HIMSS launches Innovation Center in Cleveland to focus on interoperability

Healthcare Information and Management Systems Society (HIMSS) is putting some brick and mortar behind its efforts to bolster innovation in healthcare technology, with a focus on interoperability.

On Feb. 19, H. Steve Lieber, CAE, HIMSS President and CEO, announced that in mid-October, the society will open a 12,500 square foot Innovation Center in the newly-named Global Center for Health Innovation (formerly the Cleveland Medical Mart) in Cleveland. Plans also call for an additional 12,500 square feet of exhibition space, which he said will be doubled by 2016.

The new Innovation Center will offer ongoing services as well as exhibitions, educational programming and consumer-oriented applications for health delivery organizations and health IT businesses. Lieber said the move focuses on one aspect HIMSS’ commitment of transforming healthcare: interoperability, or the ability to easily and securely exchange electronic patient data.

“This is an absolutely necessary ingredient to the changes in the way care is delivered and the results that the care produces,” he said. The center is a “step in the ability to validate those innovation solutions that achieve this necessary aspect of interoperability.”

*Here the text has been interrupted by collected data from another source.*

// Text typed by someone without an account (a pledge's name, a fill report's
// note) goes into e-mails we send. Mail programs turn anything that looks like
// a link or an address into a live one, so such text is made inert: one line,
// no control characters, schemes dropped, dots in host names and "@" broken,
// and a length cap. It is never used in a Subject or a first line.

export interface InertOptions {
  /** Most characters kept (code points); longer text ends with "…". */
  max: number;
}

// Full stops that IDNA treats as dots in host names (UTS #46): ideographic, fullwidth, halfwidth.
const DOT_LIKE = /[\u3002\uFF0E\uFF61]/g;
// Line and paragraph breaks, tabs and other spacing become one space.
const BREAKS = /[\r\n\t\v\f\u0085\u2028\u2029]+/g;
// Control (Cc), format (Cf: bidi overrides, zero-width characters), private-use and unpaired surrogates.
const INVISIBLE = /[\p{Cc}\p{Cf}\p{Co}\p{Cs}]/gu;
// A URL scheme, with or without "//" (http://, mailto:, javascript:…).
const SCHEME = /\b(?:[a-z][a-z0-9+.-]{0,30}:\/\/+|(?:mailto|tel|sms|callto|javascript|vbscript|data|file|ftp|news|xmpp|sip):)/giu;
// A dot before a letter, as in a host name ("3.5 bags" keeps its dot) …
const HOST_DOT = /(?<=[\p{L}\p{N}_-])\.(?=\p{L})/gu;
// … and the dots of a dotted-quad address.
const IP = /\b\d{1,3}(?:\.\d{1,3}){3}\b/g;
const WWW = /\bwww\./giu;
const AT = /(?<=\S)@(?=\S)/gu;

/** Makes anonymous text safe to quote in a plain-text e-mail. */
export function inertText(value: string | null | undefined, { max }: InertOptions): string {
  if (!value) return "";
  let text = value
    .normalize("NFKC") // folds fullwidth "ｈｔｔｐ：／／" and the like into what mail programs would link
    .replace(DOT_LIKE, ".")
    .replace(BREAKS, " ")
    .replace(INVISIBLE, "")
    .replace(/\s+/gu, " ")
    .trim();
  // Dropping a scheme can join the pieces around it into a new one ("htthttp://p://"), so repeat.
  for (let before = ""; before !== text; ) {
    before = text;
    text = text.replace(SCHEME, "").replace(/:\/\/+/g, " ");
  }
  text = text
    .replace(IP, (ip) => ip.replaceAll(".", "[.]"))
    .replace(HOST_DOT, "[.]")
    .replace(WWW, (w) => `${w.slice(0, 3)}[.]`)
    .replace(AT, " [at] ")
    .replace(/\s+/gu, " ")
    .trim();
  const chars = Array.from(text);
  return chars.length > max ? `${chars.slice(0, Math.max(0, max - 1)).join("").trimEnd()}…` : text;
}

/** A person's name from a public form: one short line. */
export const inertName = (value: string | null | undefined) => inertText(value, { max: 60 });

/** A note from a public form, quoted to organisers. */
export const inertNote = (value: string | null | undefined) => inertText(value, { max: 300 });
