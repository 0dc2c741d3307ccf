import "server-only";
import { db } from "@/lib/db";
import { env } from "@/lib/env";
import { notFound } from "@/lib/api/errors";
import { forgetEverywhere } from "@/lib/cache/broadcast";
import { sendMail } from "@/lib/mail/outbox";
import { SIGN_UP_MAIL_RULE, mayMail } from "./mail-limits";
import { verificationMail } from "./mail-text";
import { VERIFY_HOURS, newToken, openLinkRow } from "./tokens";

/** A fresh link to prove the address (within the per-address mail limit); earlier links keep working until they expire. */
export async function mailVerification(userId: string, email: string): Promise<void> {
  if (!(await mayMail(SIGN_UP_MAIL_RULE, email))) return;
  const { token, hash } = newToken();
  await db("email_verifications").insert({ user_id: userId, token_hash: hash, expires_at: db.raw(`now() + interval '${VERIFY_HOURS} hours'`) });
  const mail = verificationMail({ link: `${env().APP_URL}/verify/${token}`, hours: VERIFY_HOURS });
  await sendMail({ groupId: null, to: email, kind: "email_verification", ...mail });
}

/** Sends a new link when the address has an account still waiting for one; says nothing either way. */
export async function resendVerification(email: string): Promise<void> {
  const user = await db("users").select("id", "email").where({ email }).whereNull("email_verified_at").first();
  if (user) await mailVerification(user.id, user.email);
}

/** Opening the link proves the address; every link of that person is used up. Returns the proven address. */
export async function proveEmail(token: string): Promise<string> {
  const email = await db.transaction(async (trx) => {
    const row = await openLinkRow(trx, "email_verifications", token);
    if (!row) throw notFound("That confirmation link is not valid any more: it was used or it expired. Ask for a new one.");
    const [user] = await trx("users")
      .update({ email_verified_at: trx.raw("coalesce(email_verified_at, now())") })
      .where({ id: row.user_id })
      .returning("email");
    await trx("email_verifications").update({ used_at: trx.fn.now() }).where({ user_id: row.user_id }).whereNull("used_at");
    return user.email as string;
  });
  // Also reached from the link's page, outside endpoint(): nothing cached may still say "unproven".
  await forgetEverywhere();
  return email;
}
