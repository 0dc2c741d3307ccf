import { act, cleanup, fireEvent, render, screen } from "@testing-library/react";
import { HttpResponse, http } from "msw";
import { afterEach, describe, expect, it, vi } from "vitest";
import { PledgeMarker } from "@/components/drives/organise/pledge-marker";
import { mockApi } from "@/tests/support/query-client";

const refresh = vi.fn();
vi.mock("next/navigation", () => ({ useRouter: () => ({ refresh }) }));

// Issue 16, pledge life: the organiser marks a pledge received, naming the haul
// that brought it when they know it (POST /api/pledges/{id}/status with haulId;
// the route checks the haul is of the pledge's drop point), or naming none.
const sent: { path: string; body: unknown }[] = [];
mockApi(
  [
    http.post("*/api/pledges/:id/status", async ({ request }) => {
      sent.push({ path: new URL(request.url).pathname, body: JSON.parse(await request.text()) });
      return HttpResponse.json({ id: "pl1", status: "received" });
    }),
  ],
  () => {
    sent.length = 0;
    refresh.mockClear();
  },
);

const hauls = [
  { value: "h-new", label: "12 Dec 2026, 10:00 · 3 bags" },
  { value: "h-old", label: "5 Dec 2026, 09:30 · 1 bag" },
];

afterEach(cleanup);

describe("marking a pledge received", () => {
  it("names the chosen haul of the drop point", async () => {
    render(<PledgeMarker id="pl1" status="pledged" label="2 bags to the hall" hauls={hauls} />);
    fireEvent.change(screen.getByLabelText(/Brought in by/), { target: { value: "h-old" } });
    await act(async () => fireEvent.click(screen.getByRole("button", { name: "Received" })));
    expect(sent).toEqual([{ path: "/api/pledges/pl1/status", body: { status: "received", haulId: "h-old" } }]);
    expect(refresh).toHaveBeenCalledTimes(1);
  });

  it("names none when the organiser does not know which haul, and never names one for 'not brought'", async () => {
    const { unmount } = render(<PledgeMarker id="pl1" status="pledged" label="2 bags to the hall" hauls={hauls} />);
    await act(async () => fireEvent.click(screen.getByRole("button", { name: "Received" })));
    unmount();
    render(<PledgeMarker id="pl1" status="pledged" label="2 bags to the hall" hauls={hauls} />);
    fireEvent.change(screen.getByLabelText(/Brought in by/), { target: { value: "h-new" } });
    await act(async () => fireEvent.click(screen.getByRole("button", { name: "Not brought" })));
    expect(sent.map((s) => s.body)).toEqual([{ status: "received" }, { status: "notBrought" }]);
  });

  it("offers no haul choice when the drop point has had no haul, or once the pledge is marked", () => {
    const { unmount } = render(<PledgeMarker id="pl1" status="pledged" label="x" hauls={[]} />);
    expect(screen.queryByLabelText(/Brought in by/)).toBeNull();
    unmount();
    render(<PledgeMarker id="pl1" status="received" label="x" hauls={hauls} />);
    expect(screen.queryByLabelText(/Brought in by/)).toBeNull();
    expect(screen.getByRole("button", { name: "Undo the mark" })).toBeTruthy();
  });
});
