import "server-only";
import bcrypt from "bcryptjs";
import { randomBytes, randomUUID } from "node:crypto";
import { db } from "@/lib/db";
import { env } from "@/lib/env";
import { sendMail } from "@/lib/mail/outbox";
import { BCRYPT_COST } from "./queries";
import { SIGN_UP_MAIL_RULE, mayMail } from "./mail-limits";
import { signUpAttemptMail } from "./mail-text";
import { mailVerification } from "./verification";
import type { SignUpInput } from "./schemas";
import { slugify } from "./tokens";

/**
 * A new person and a new group, with that person as its organiser. The address
 * is not proven yet: a link goes to it, and until it is opened nobody can sign
 * in. An address that already has an account gets the same answer (so the
 * answer tells no one which addresses have accounts), nothing is created, and
 * its owner is told by e-mail instead.
 */
export async function signUp(input: SignUpInput): Promise<{ groupId: string; slug: string }> {
  const hash = await bcrypt.hash(input.password, BCRYPT_COST);
  const slug = slugify(input.groupName, randomBytes(3).toString("hex"));
  const created = await db.transaction(async (trx) => {
    const [user] = await trx("users")
      .insert({ email: input.email, name: input.name, password_hash: hash })
      .onConflict("email")
      .ignore()
      .returning("id");
    if (!user) return null;
    const [group] = await trx("groups").insert({ slug, name: input.groupName }).returning("id");
    await trx("memberships").insert({ group_id: group.id, user_id: user.id, role: "organiser" });
    return { userId: user.id as string, groupId: group.id as string };
  });
  if (!created) {
    await tellOwner(input.email);
    return { groupId: randomUUID(), slug };
  }
  await mailVerification(created.userId, input.email);
  return { groupId: created.groupId, slug };
}

async function tellOwner(email: string): Promise<void> {
  if (!(await mayMail(SIGN_UP_MAIL_RULE, email))) return;
  const base = env().APP_URL;
  const mail = signUpAttemptMail({ signInLink: `${base}/signin`, resetLink: `${base}/forgot` });
  await sendMail({ groupId: null, to: email, kind: "sign_up_attempt", ...mail });
}
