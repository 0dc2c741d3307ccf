import { describe, expect, it } from "vitest";
import { decode, encode } from "next-auth/jwt";
import { decodeSession } from "@/lib/auth/session-token";

// Our session decoding keeps next-auth's derived key instead of deriving it
// per request. It must read exactly what next-auth writes, and refuse what
// next-auth refuses, so an upgrade that changes the format fails here first.
const secret = "a test secret that is long enough for HKDF";
const claims = { sub: "3f0c1d2e-0000-4000-8000-000000000001", email: "wren@example.test", groupId: "g-1", sessionVersion: 3 };

describe("session token decoding", () => {
  it("reads a token made by next-auth's encode exactly as next-auth's decode does", async () => {
    const token = await encode({ token: claims, secret });
    const ours = await decodeSession({ token, secret });
    const theirs = await decode({ token, secret });
    expect(ours).toEqual(theirs);
    expect(ours).toMatchObject(claims);
  });

  it("refuses a token made with another secret, and an altered one", async () => {
    const token = await encode({ token: claims, secret: "another secret entirely, also long" });
    await expect(decodeSession({ token, secret })).rejects.toThrow();
    const good = await encode({ token: claims, secret });
    const altered = good.slice(0, -4) + (good.endsWith("AAAA") ? "BBBB" : "AAAA");
    await expect(decodeSession({ token: altered, secret })).rejects.toThrow();
  });

  it("refuses an expired token", async () => {
    const token = await encode({ token: claims, secret, maxAge: -60 });
    await expect(decodeSession({ token, secret })).rejects.toThrow();
  });
});
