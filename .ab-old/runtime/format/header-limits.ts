// The numeric ranges a model file may hold: the ranges the compiler can produce, with a
// margin. The loader refuses anything outside them and the writer checks its own output
// against them, so a file that loads can only give finite scores (see the bound below).
//
// Why these bounds are enough: with non-negative row weights, the hidden vector (or the
// logit vector of logit rows) is a weighted mean of dequantized rows, so |hidden_j| ≤
// max |row value × row scale| ≤ 2^24 · 2^8. A logit is then at most dims (≤ 1024) ×
// 2^24 (output weight × scale) × 2^32 + 2^24, divided by a temperature ≥ 0.05: about 2^72,
// far inside float64. Softmax subtracts the largest logit and sigmoid saturates, so
// finite logits give finite scores.

/** Temperature scaling's search range (compiler/metrics/temperature-scaling.ts uses these). */
export const TEMPERATURE_MIN = 0.05;
export const TEMPERATURE_MAX = 20;
/** The temperature search may land a rounding step outside its range. */
const TEMPERATURE_SLACK = 1e-9;

/** Largest magnitude of any stored float: rows, output weights, scales, bias (training produces values below ~100). */
export const MAX_STORED_MAGNITUDE = 2 ** 24;
/**
 * TF-IDF weights are ln((1 + n) / (1 + df)) + 1: from 1 up to about 23 for 2^31 examples.
 * Stored weights may lie in [0, MAX_ROW_WEIGHT]; version 2's weightStep (largest weight /
 * 65535) in [MIN_WEIGHT_STEP, MAX_WEIGHT_STEP], so a u16 step decodes to at most 65535.
 */
export const MAX_ROW_WEIGHT = 65535;
export const MIN_WEIGHT_STEP = 2 ** -24;
export const MAX_WEIGHT_STEP = 1;

/** Most rules a policy may hold, and the deepest nesting of metrics and provenance. */
export const MAX_POLICY_RULES = 4096;
export const MAX_METADATA_DEPTH = 32;

/** True when `t` is a temperature the compiler can write. */
export function isValidTemperature(t: unknown): t is number {
  return typeof t === "number" && t >= TEMPERATURE_MIN * (1 - TEMPERATURE_SLACK) && t <= TEMPERATURE_MAX * (1 + TEMPERATURE_SLACK);
}

/** True when `step` is a weight step the compiler can write. */
export function isValidWeightStep(step: unknown): step is number {
  return typeof step === "number" && step >= MIN_WEIGHT_STEP && step <= MAX_WEIGHT_STEP;
}

/** True when `value` is a probability-like threshold: a number in [0, 1] (NaN fails). */
export function isUnitInterval(value: unknown): value is number {
  return typeof value === "number" && value >= 0 && value <= 1;
}

/** Index of the first stored float outside ±MAX_STORED_MAGNITUDE (NaN and ±Infinity included), or -1. */
export function firstOutOfRange(values: Float32Array, min = -MAX_STORED_MAGNITUDE, max = MAX_STORED_MAGNITUDE): number {
  for (let i = 0; i < values.length; i++) {
    const value = values[i];
    if (!(value >= min && value <= max)) return i;
  }
  return -1;
}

The HIMSS Innovation Center not only is a physical presence, but a “24/7 virtual presence,” explained HIMSS’ Executive Vice President Carla Smith during the press conference.

“We intend to establish an internationally recognized center of excellence, not a center of excellence focused on one nation,” she said. “It is going to be working with entities from around the globe.”

In specific terms, the Center is a place where solution providers—or any entity with systems that must prove compliance with interoperability requirements (i.e. Meaningful Use)—

can test and demonstrate systems, Smith said. For example, it will seek to help stakeholders face “real-world problems and challenges” in improving healthcare IT for both clinical workflow and financial transactions.

The Center consists of two areas: the health IT ecosystem and exhibition space. The ecosystem will allow developers to test and demonstrate clinical and business systems, whether developers, patient care devices and mobile devices. Initial use cases will focus on acute care, ambulatory care, medical banking and home care, with more to come in the future, she said.

Smith stressed that the IT ecosystem allows entities to test and demonstrate interoperability virtually. “You don’t have to physically come to the Innovation Center.”

Those who opt to visit, however, will be able to walk through the ecosystem, see the laboratory space, and enter the exhibition, the second component of the Center. The rolling exhibition will explore topics of interest such as patient-centered medical homes, mobile health and consumer-driven health.

Educating policy makers also is an aim of the Innovation Center, Smith said, “so they can learn more how a secure, interoperable exchange of health information can help patients get better quicker, help address syndromic issues, population health, etc.”

Cleveland is a place where there is a “natural audience” for healthcare innovation, said Lieber. Further, it provides “an extremely high visibility for what we want to do” due to its proximity to the Cleveland Convention Center, he said.

The possibility of specialized conferences focusing on interoperability is “absolutely in our thinking,” he added, although the Cleveland Convention Center is too small to host HIMSS’ annual conference.

More information and resources on the HIMSS Innovation Center will be available at HIMSS 2013 annual conference and exhibition, scheduled on March 3-7 in New Orleans.